La mia India

Con questo stesso titolo Luigi Barbato siglava ventisette anni fa il resoconto del suo primo viaggio nella grande Asia. E oggi, quello del più recente ritorno, compiuto nel 1997 alla guida di un gruppo di sette equipaggi: 23.500 chilometri, contro i 25.000 di allora, rivissuti come un tuffo nella memoria. Paesaggi e umanità all'apparenza immutabili, nuove inquietudini e contaminazioni culturali, s'affacciano nelle immagini e in alcuni "quadretti" d'autore, mentre un ampio repertorio di notizie pratiche ci svela l'itinerario.

Indice dell'itinerario

Tensioni di confine
Attari Road è il nome del confine indiano con il Pakistan.
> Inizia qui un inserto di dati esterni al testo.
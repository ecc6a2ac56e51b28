"""Connections, the one write-transaction helper and the ordered migrations.

A migration is a version number and a tuple of statements; once a version
has shipped its statements never change (databases in the field were built
from them), a change is a new version appended to ``MIGRATIONS``.
"""

from __future__ import annotations

import sqlite3
from contextlib import contextmanager
from datetime import datetime, timezone
from pathlib import Path
from typing import Iterator

BUSY_TIMEOUT_MS = 10_000
DB_NAME = "ohmpick.sqlite3"

V1 = (
    """CREATE TABLE designs (
        id TEXT PRIMARY KEY,
        name TEXT NOT NULL,
        notes TEXT NOT NULL DEFAULT '',
        kind TEXT NOT NULL,
        view TEXT NOT NULL DEFAULT 'bench',
        inputs TEXT NOT NULL CHECK (json_valid(inputs)),
        owner_hash TEXT NOT NULL,
        created TEXT NOT NULL,
        updated TEXT NOT NULL
    )""",
    "CREATE INDEX designs_by_created ON designs (created)",
)

# v2: user parts, and a snapshot of the library parts a design names, so a
# design still recomputes after its part is deleted or the library changes.
V2 = (
    "ALTER TABLE designs ADD COLUMN parts TEXT NOT NULL DEFAULT '{}'",
    """CREATE TABLE user_parts (
        id TEXT PRIMARY KEY,
        name TEXT NOT NULL,
        kind TEXT NOT NULL,
        data TEXT NOT NULL CHECK (json_valid(data)),
        created TEXT NOT NULL
    )""",
)

MIGRATIONS: tuple[tuple[int, tuple[str, ...]], ...] = ((1, V1), (2, V2))
LATEST = MIGRATIONS[-1][0]


def now() -> str:
    """UTC time as ISO 8601 text to the second (sorts as text)."""
    return datetime.now(timezone.utc).isoformat(timespec="seconds")


def connect(path: str | Path) -> sqlite3.Connection:
    """A connection in autocommit mode (writes use :func:`transaction`).

    WAL lets readers run beside the one writer; ``synchronous=FULL`` syncs
    every commit, so a design whose save was answered survives a crash or a
    power cut; the busy timeout queues concurrent writers instead of failing.
    """
    conn = sqlite3.connect(str(path), timeout=BUSY_TIMEOUT_MS / 1000, isolation_level=None,
                           check_same_thread=False)
    conn.row_factory = sqlite3.Row
    conn.execute(f"PRAGMA busy_timeout = {BUSY_TIMEOUT_MS}")
    if str(path) != ":memory:":
        conn.execute("PRAGMA journal_mode = WAL")
    conn.execute("PRAGMA synchronous = FULL")
    conn.execute("PRAGMA foreign_keys = ON")
    return conn


@contextmanager
def transaction(conn: sqlite3.Connection) -> Iterator[sqlite3.Connection]:
    """BEGIN IMMEDIATE ... COMMIT, rolled back on any exception.

    IMMEDIATE takes the write lock up front, so two writers never both read
    then collide on upgrade (which SQLite reports as a busy error at once).
    """
    conn.execute("BEGIN IMMEDIATE")
    try:
        yield conn
    except BaseException:
        conn.execute("ROLLBACK")
        raise
    conn.execute("COMMIT")


def schema_version(conn: sqlite3.Connection) -> int:
    has_table = conn.execute(
        "SELECT 1 FROM sqlite_master WHERE type = 'table' AND name = 'schema_version'").fetchone()
    if not has_table:
        return 0
    row = conn.execute("SELECT MAX(version) FROM schema_version").fetchone()
    return int(row[0] or 0)


def migrate(conn: sqlite3.Connection) -> int:
    """Apply the migrations the database lacks, in order, in one transaction."""
    with transaction(conn):
        conn.execute("CREATE TABLE IF NOT EXISTS schema_version (version INTEGER PRIMARY KEY, applied TEXT NOT NULL)")
        current = schema_version(conn)
        if current > LATEST:
            raise RuntimeError(f"the data folder's store is schema version {current}, newer than this "
                               f"program ({LATEST}); use a newer ohmpick or another --data folder")
        for version, statements in MIGRATIONS:
            if version <= current:
                continue
            for sql in statements:
                conn.execute(sql)
            conn.execute("INSERT INTO schema_version (version, applied) VALUES (?, ?)", (version, now()))
    return schema_version(conn)


class Store:
    """The store in a data folder: created and migrated on open.

    Each request opens its own short-lived connection (cheap for SQLite,
    and nothing is shared between threads).
    """

    def __init__(self, data_dir: str | Path):
        self.data_dir = Path(data_dir)
        self.data_dir.mkdir(parents=True, exist_ok=True)
        self.path = self.data_dir / DB_NAME
        with self.connection() as conn:
            self.version = migrate(conn)

    @contextmanager
    def connection(self) -> Iterator[sqlite3.Connection]:
        conn = connect(self.path)
        try:
            yield conn
        finally:
            conn.close()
Vi sono passato varie volte, e sempre era come sbarcare in un territorio amico, dopo il caotico e difficilmente decifrabile mondo pakistano. A vedere quei soldati in uniforme impeccabili, coi loro turbanti blu e rossi, marziali e scattanti, sembrava quasi di essere a Buckingam Palace. I turisti si fermavano ad ammirarli, scattando foto ricordo in loro compagnia.
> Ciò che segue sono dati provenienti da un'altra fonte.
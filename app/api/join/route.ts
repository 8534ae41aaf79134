import { db } from "@/lib/db";
import { hashPassword, verifyPassword } from "@/lib/auth/password";
import { HttpError } from "@/lib/http/errors";
import { route } from "@/lib/http/route";
import { findOpenInvite } from "@/lib/server/shops";
import { passwordField } from "@/lib/validation/account";
import { joinShopSchema } from "@/lib/validation/shop";

const gone = () => new HttpError(410, "This invitation has expired, was withdrawn or was already used. Ask the shop for a new one.");

/**
 * Accepts a staff invitation: the token is consumed in the same transaction that creates the
 * account (or attaches the existing member account after its password is checked).
 */
export const POST = route({ access: "public", body: joinShopSchema }, async ({ body }) => {
  const result = await db.transaction(async (trx) => {
    const invite = await findOpenInvite(trx, body.token, true);
    if (!invite) throw gone();
    const existing = await trx("users").whereRaw("lower(email) = lower(?)", [invite.email]).first("id", "role", "shop_id", "password_hash");
    let userId: string;
    if (existing) {
      if (!(await verifyPassword(body.password, existing.password_hash))) {
        throw new HttpError(422, "Some fields need attention.", { password: ["This address already has a Hubface account: enter its password."] });
      }
      if (existing.role !== "member") {
        throw new HttpError(409, "This account already belongs to a shop or is an admin account; it cannot join another shop.");
      }
      await trx("users").where({ id: existing.id }).update({ role: "shop_staff", shop_id: invite.shop_id, updated_at: trx.fn.now() });
      userId = existing.id;
    } else {
      const pw = passwordField.safeParse(body.password);
      const fieldErrors: Record<string, string[]> = {};
      if (!body.name) fieldErrors.name = ["Enter your name."];
      if (!pw.success) fieldErrors.password = [pw.error.issues[0]?.message ?? "Choose a longer password."];
      if (Object.keys(fieldErrors).length) throw new HttpError(422, "Some fields need attention.", fieldErrors);
      const [row] = await trx("users")
        .insert({ email: invite.email, name: body.name, password_hash: await hashPassword(body.password), role: "shop_staff", shop_id: invite.shop_id })
        .returning(["id"]);
      userId = (row as { id: string }).id;
    }
    await trx("staff_invites").where({ id: invite.id }).update({ used_at: trx.fn.now() });
    return { userId, email: invite.email, shopName: invite.shop_name, created: !existing };
  });
  return Response.json(result, { status: 200 });
});
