import "server-only";
import type { Knex } from "knex";
import type { SignInThrottleRow } from "@/lib/db/types";

/**
 * Sign-in throttle kept in PostgreSQL so it holds across several app servers.
 * Each key (one per account, one per client address) counts failures in a rolling window;
 * reaching the limit locks the key for LOCK_MINUTES.
 */
export const THROTTLE = {
  windowMinutes: 15,
  lockMinutes: 15,
  accountLimit: 5,
  addressLimit: 25,
} as const;

export const accountKey = (email: string) => `acct:${email.trim().toLowerCase()}`;
export const addressKey = (ip: string) => `addr:${ip}`;

export interface LockState {
  locked: boolean;
  /** Minutes until the lock lifts, rounded up; 0 when not locked. */
  minutesLeft: number;
}

/** Is any of these keys locked right now? */
export async function lockState(db: Knex, keys: string[]): Promise<LockState> {
  const rows: SignInThrottleRow[] = await db("sign_in_throttle")
    .whereIn("key", keys)
    .andWhere("locked_until", ">", db.fn.now());
  if (rows.length === 0) return { locked: false, minutesLeft: 0 };
  const until = Math.max(...rows.map((r) => new Date(r.locked_until!).getTime()));
  return { locked: true, minutesLeft: Math.max(1, Math.ceil((until - Date.now()) / 60000)) };
}

/** Count one failure against a key, locking it when the limit is reached. Atomic per key. */
export async function recordFailure(db: Knex, key: string, limit: number): Promise<SignInThrottleRow> {
  const result = await db.raw<{ rows: SignInThrottleRow[] }>(
    `insert into sign_in_throttle as t (key, failures, window_started_at, locked_until)
     values (:key, 1, now(), case when 1 >= :limit then now() + make_interval(mins => :lock) else null end)
     on conflict (key) do update set
       failures = case when t.window_started_at < now() - make_interval(mins => :window) then 1 else t.failures + 1 end,
       window_started_at = case when t.window_started_at < now() - make_interval(mins => :window) then now() else t.window_started_at end,
       locked_until = case
         when (case when t.window_started_at < now() - make_interval(mins => :window) then 1 else t.failures + 1 end) >= :limit
           then now() + make_interval(mins => :lock)
         else t.locked_until end
     returning *`,
    { key, limit, lock: THROTTLE.lockMinutes, window: THROTTLE.windowMinutes },
  );
  return result.rows[0]!;
}

/** A successful sign-in clears the account's failures (not the address's). */
export async function clearKey(db: Knex, key: string): Promise<void> {
  await db("sign_in_throttle").where({ key }).del();
}
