"use client";
import type { FormEventHandler, ReactNode } from "react";
import { Alert } from "@/components/ui/Alert";
import { Button } from "@/components/ui/Button";

/**
 * The frame the account forms share (sign-in, sign-up and its confirmation, password reset,
 * joining a shop): an optional notice, the failure in a live region that exists before it has
 * anything to say (so screen readers announce it at once), the fields, and the submit button
 * with its pending state.
 */
export function AuthForm({
  onSubmit,
  failure,
  recovery,
  pending,
  submit,
  notice,
  children,
}: {
  onSubmit: FormEventHandler<HTMLFormElement>;
  failure: string | null | undefined;
  /** What the person can do about a failure (links), said after it. */
  recovery?: ReactNode;
  pending: boolean;
  /** The submit button's words. */
  submit: string;
  notice?: string;
  children: ReactNode;
}) {
  return (
    <form onSubmit={onSubmit} noValidate className="mt-5 flex flex-col gap-3">
      {notice && <Alert tone="success">{notice}</Alert>}
      <div aria-live="assertive">
        {failure && (
          <Alert tone="error">
            {failure} {recovery}
          </Alert>
        )}
      </div>
      {children}
      <Button type="submit" pending={pending}>
        {submit}
      </Button>
    </form>
  );
}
Quando vi siamo passati nel ’97 tutto era diverso. Sale d’aspetto nuove con aria condizionata, tapis-roulant, pochi soldati in mimetica, e qualche funzionario in abiti civili. Il motivo è presto detto: essendosi irrigiditi i rapporti con il confinante Pakistan, il confine poteva quasi considerarsi chiuso, tranne che per i pochi turisti occidentali in transito. Appena giunti ci è stato detto che per varcare il confine bisognava avere pazienza. Intanto, ci ritiravano i passaporti e i Carnet de Passage en Douane. Parcheggiati alla meglio in un piccolo slargo, è iniziata l’attesa.Passate alcune ore la tensione era salita alle stelle, ma si stemperava la sera grazie a una spaghettata generale da noi organizzata per tutti gli ospiti del parcheggio.
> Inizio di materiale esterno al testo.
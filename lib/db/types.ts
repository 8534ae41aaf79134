/** Row types, one place for every table. Column names are snake_case as stored. */

export const ROLES = ["member", "shop_staff", "shop_owner", "admin"] as const;
export type Role = (typeof ROLES)[number];
export const SHOP_ROLES: readonly Role[] = ["shop_staff", "shop_owner"];

export interface ShopRow {
  id: string;
  name: string;
  created_at: Date;
}

export interface UserRow {
  id: string;
  email: string;
  name: string;
  password_hash: string;
  role: Role;
  shop_id: string | null;
  created_at: Date;
  updated_at: Date;
}

export type PublicUser = Omit<UserRow, "password_hash">;

export interface PasswordResetRow {
  id: string;
  user_id: string;
  token_hash: string;
  expires_at: Date;
  used_at: Date | null;
  created_at: Date;
}

export interface SignInThrottleRow {
  key: string;
  failures: number;
  window_started_at: Date;
  locked_until: Date | null;
}

/** A saved comparison: the validated input (JSONB) and the key figures computed from it on the server. */
export interface ComparisonRow {
  id: string;
  owner_id: string;
  /** The garage vehicle it belongs to; no foreign key until the vehicles table exists. */
  vehicle_id: string | null;
  name: string;
  input: unknown;
  current_tire: string;
  planned_tire: string;
  diameter_change_mm: number;
  ground_clearance_change_mm: number;
  poke_change_mm: number;
  scrub_change_mm: number;
  speedometer_error_pct: number;
  suggested_ratio: number;
  warning_count: number;
  created_at: Date;
  updated_at: Date;
}

/** A public link to a comparison; revoked links keep their row so the slug stays dead. */
export interface ComparisonShareRow {
  id: string;
  comparison_id: string;
  slug: string;
  created_at: Date;
  revoked_at: Date | null;
}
L’indomani i funzionari della dogana sono arrivati dopo le 10, e ha avuto inizio il caos: chi diceva che dovevamo scaricare tutto dai mezzi, perché solo dopo avrebbero fatto l’ispezione doganale; altri, che prima avrebbero fatto l’ispezione e poi avremmo dovuto svuotare i veicoli per la pesa; altri ancora che prima bisognava far pesare i mezzi e poi avrebbero fatto l’ispezione. Ma, sia come sia, è finita che l’ispezione cui siamo stati sottoposti ha riguardato alcuni mezzi totalmente vuoti e altri totalmente carichi. Vuotati poi tutti i mezzi, si è proceduto finalmente alla pesa, dopo la quale siamo stati liberi di rimettere a posto il carico e varcare il confine. Avremmo poi saputo la ragione di questo controllo così esasperato: in un camper tedesco, transitato una decina di giorni prima, nascosti nei mobili e nei serbatoi erano stati trovati una trentina di kalashnikov, destinati ai guerriglieri del Kashmir.

Il Vaticano dei Sikh
Per la religione sikh la città santa è Amritsar, con il suo immenso Tempio d’Oro che include anche le abitazioni dei sacerdoti, un’ampia zona per ospitare pellegrini e viaggiatori di ogni razza e credo, grandi mense in cui si può cibare chiunque, e un museo. Il Tempio d’Oro, non a caso ricoperto di lamine d’oro zecchino, con gli interni decorati all’inverosimile da intarsi e mosaici policromi, sorge in mezzo a uno specchio d’acqua in cui si riflette generando un grandioso effetto scenico. Ci si arriva superando una passerella sempre affollata da fedeli. Al piano terreno vi è, sulla destra, in una sorta di piccola camera tutta vetrata verso l’esterno, un sacerdote che legge il libro sacro; nel tempio c’è una saletta in cui alcuni sacerdoti salmodiano preghiere, bruciano essenze preziose, al suono di un paio di quei classici organini indiani che i musicanti muovono con una mano; al piano di sopra vi è un ballatoio che corre tutt’intorno, da cui i fedeli si affacciano per assistere al cerimoniale. All’uscita dal tempio di solito si riceve un pugnetto di grano macinato grosso, da mangiare, e un fiore, per lo più campanule di colore giallo arancione. A colpire non è solo l’atmosfera mistica che pervade il luogo e le persone. E’ anche lo scoprire che davvero alle mense del tempio chiunque può sedersi e mangiare: e così si vede un indiano in doppiopetto e cravatta accanto a un horseman, un ex paria che porta in giro le persone con il risciò; una donna con un sari splendido, accanto ad una vestita poveramente. E non mangiano soltanto, ma discutono tra loro come fosse la cosa più naturale del mondo. Cosa straordinaria per l’India, dove rimane la netta distinzione tra le classi del popolo, che emerge anche dai comportamenti e persino dal linguaggio impiegato tra le diverse categorie sociali e censuali.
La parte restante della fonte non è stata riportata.